**Assigned task:** An exact repetition of the records is required. Leave nothing out.

-.-.-

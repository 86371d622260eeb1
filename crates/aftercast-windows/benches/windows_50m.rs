//! Benchmark of the issue's size: 50,000,000 events (Parquet, 1,000,000 units, 3 metrics) ->
//! three forward windows (7d, 14d, 28d) + one pre-period window (28d) per unit, with sum,
//! count and active days of each metric (36 value columns), on 2 worker threads; then the unit
//! table is written as Parquet.
//!
//! ```text
//! cargo bench -p aftercast-windows --bench windows_50m            # generates the data once
//! /usr/bin/time -v target/release/deps/windows_50m-* --bench      # peak memory
//! ```
//! Data goes to `$ACW_BENCH_DIR` (default /tmp/aftercast-windows-bench), never into the
//! repository; `ACW_BENCH_EVENTS` / `ACW_BENCH_UNITS` change the size. Numbers are recorded in
//! docs/performance.md ("windows"), not asserted.

use aftercast_windows::time::{Offset, parse_timestamp};
use aftercast_windows::*;
use std::path::PathBuf;
use std::time::Instant;

fn env_u64(name: &str, default: u64) -> u64 {
    std::env::var(name).ok().and_then(|v| v.parse().ok()).unwrap_or(default)
}

fn main() -> Result<(), Box<dyn std::error::Error>> {
    if std::env::args().any(|a| a == "--list") {
        println!("windows_50m: bench");
        return Ok(());
    }
    let n_events = env_u64("ACW_BENCH_EVENTS", 50_000_000);
    let n_units = env_u64("ACW_BENCH_UNITS", 1_000_000);
    let dir = PathBuf::from(std::env::var("ACW_BENCH_DIR").unwrap_or_else(|_| "/tmp/aftercast-windows-bench".into()));
    std::fs::create_dir_all(&dir)?;
    let events = dir.join(format!("events_{n_events}_{n_units}.parquet"));
    let exposures = dir.join(format!("exposures_{n_units}.csv"));
    if !events.exists() || !exposures.exists() {
        let t = Instant::now();
        synth::write_synthetic(n_events, n_units, 20_260_101, 1_000_000, &events, &exposures)?;
        println!("generated {} events over {} units in {:.1} s", n_events, n_units, t.elapsed().as_secs_f64());
    }
    let ts = |s: &str| parse_timestamp(s, Offset::UTC).ok_or("bad time");
    use Aggregation::*;
    let aggs = [Sum, Count, ActiveDays];
    let spec = WindowSpec::params()
        .window(WindowKind::parse("7d")?)
        .window(WindowKind::parse("14d")?)
        .window(WindowKind::parse("28d")?)
        .window(WindowKind::parse("pre:28d")?)
        .metric("visit", &aggs)
        .metric("order", &aggs)
        .metric("refund", &aggs)
        .from(ts("2026-01-01")?)
        .until(ts("2026-04-01")?)
        .bad_rows(BadRowPolicy::Skip)
        .check()?;
    let opts = ExposureOptions {
        unit: "unit".into(),
        time: Some("exposure".into()),
        group: Some("region".into()),
        launch: None,
        reference: Some(ts("2026-02-15")?),
    };
    let threads = env_u64("ACW_BENCH_THREADS", 2) as usize;
    let iterations = env_u64("ACW_BENCH_ITERATIONS", 2);
    let mut best = f64::INFINITY;
    for i in 0..iterations {
        let t = Instant::now();
        let ex = Exposures::read(&exposures, &opts, &spec)?;
        let t_ex = t.elapsed().as_secs_f64();
        let out = run(&EventSource::new(&events, spec.columns().clone()), &ex, &spec, threads)?;
        let t_run = t.elapsed().as_secs_f64();
        let table = dir.join("units_out.parquet");
        output::write_units(&table, &out.units, &spec)?;
        let total = t.elapsed().as_secs_f64();
        best = best.min(total);
        println!(
            "iteration {i}: exposures {t_ex:.2} s, events pass {:.2} s, write table {:.2} s, total {total:.2} s ({} rows, {} used, {} skipped, {} threads)",
            t_run - t_ex,
            total - t_run,
            out.events.rows,
            out.events.used,
            out.events.skipped(),
            threads
        );
    }
    println!("windows_50m: best total {best:.2} s over {iterations} iterations");
    Ok(())
}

-.-.-

**Reply:**
repository 86371d622260eeb1
filename crates/aftercast-windows/benches/windows_50m.rs
//! Benchmark of the issue's size: 50,000,000 events (Parquet, 1,000,000 units, 3 metrics) ->
//! three forward windows (7d, 14d, 28d) + one pre-period window (28d) per unit, with sum,
//! count and active days of each metric (36 value columns), on 2 worker threads; then the unit
//! table is written as Parquet.
//!
//! ```text
//! cargo bench -p aftercast-windows --bench windows_50m            # generates the data once
//! /usr/bin/time -v target/release/deps/windows_50m-* --bench      # peak memory
//! ```
//! Data goes to `$ACW_BENCH_DIR` (default /tmp/aftercast-windows-bench), never into the
//! repository; `ACW_BENCH_EVENTS` / `ACW_BENCH_UNITS` change the size. Numbers are recorded in
//! docs/performance.md ("windows"), not asserted.

use aftercast_windows::time::{Offset, parse_timestamp};
use aftercast_windows::*;
use std::path::PathBuf;
use std::time::Instant;

fn env_u64(name: &str, default: u64) -> u64 {
    std::env::var(name).ok().and_then(|v| v.parse().ok()).unwrap_or(default)
}

fn main() -> Result<(), Box<dyn std::error::Error>> {
    if std::env::args().any(|a| a == "--list") {
        println!("windows_50m: bench");
        return Ok(());
    }
    let n_events = env_u64("ACW_BENCH_EVENTS", 50_000_000);
    let n_units = env_u64("ACW_BENCH_UNITS", 1_000_000);
    let dir = PathBuf::from(std::env::var("ACW_BENCH_DIR").unwrap_or_else(|_| "/tmp/aftercast-windows-bench".into()));
    std::fs::create_dir_all(&dir)?;
    let events = dir.join(format!("events_{n_events}_{n_units}.parquet"));
    let exposures = dir.join(format!("exposures_{n_units}.csv"));
    if !events.exists() || !exposures.exists() {
        let t = Instant::now();
        synth::write_synthetic(n_events, n_units, 20_260_101, 1_000_000, &events, &exposures)?;
        println!("generated {} events over {} units in {:.1} s", n_events, n_units, t.elapsed().as_secs_f64());
    }
    let ts = |s: &str| parse_timestamp(s, Offset::UTC).ok_or("bad time");
    use Aggregation::*;
    let aggs = [Sum, Count, ActiveDays];
    let spec = WindowSpec::params()
        .window(WindowKind::parse("7d")?)
        .window(WindowKind::parse("14d")?)
        .window(WindowKind::parse("28d")?)
        .window(WindowKind::parse("pre:28d")?)
        .metric("visit", &aggs)
        .metric("order", &aggs)
        .metric("refund", &aggs)
        .from(ts("2026-01-01")?)
        .until(ts("2026-04-01")?)
        .bad_rows(BadRowPolicy::Skip)
        .check()?;
    let opts = ExposureOptions {
        unit: "unit".into(),
        time: Some("exposure".into()),
        group: Some("region".into()),
        launch: None,
        reference: Some(ts("2026-02-15")?),
    };
    let threads = env_u64("ACW_BENCH_THREADS", 2) as usize;
    let iterations = env_u64("ACW_BENCH_ITERATIONS", 2);
    let mut best = f64::INFINITY;
    for i in 0..iterations {
        let t = Instant::now();
        let ex = Exposures::read(&exposures, &opts, &spec)?;
        let t_ex = t.elapsed().as_secs_f64();
        let out = run(&EventSource::new(&events, spec.columns().clone()), &ex, &spec, threads)?;
        let t_run = t.elapsed().as_secs_f64();
        let table = dir.join("units_out.parquet");
        output::write_units(&table, &out.units, &spec)?;
        let total = t.elapsed().as_secs_f64();
        best = best.min(total);
        println!(
            "iteration {i}: exposures {t_ex:.2} s, events pass {:.2} s, write table {:.2} s, total {total:.2} s ({} rows, {} used, {} skipped, {} threads)",
            t_run - t_ex,
            total - t_run,
            out.events.rows,
            out.events.used,
            out.events.skipped(),
            threads
        );
    }
    println!("windows_50m: best total {best:.2} s over {iterations} iterations");
    Ok(())
}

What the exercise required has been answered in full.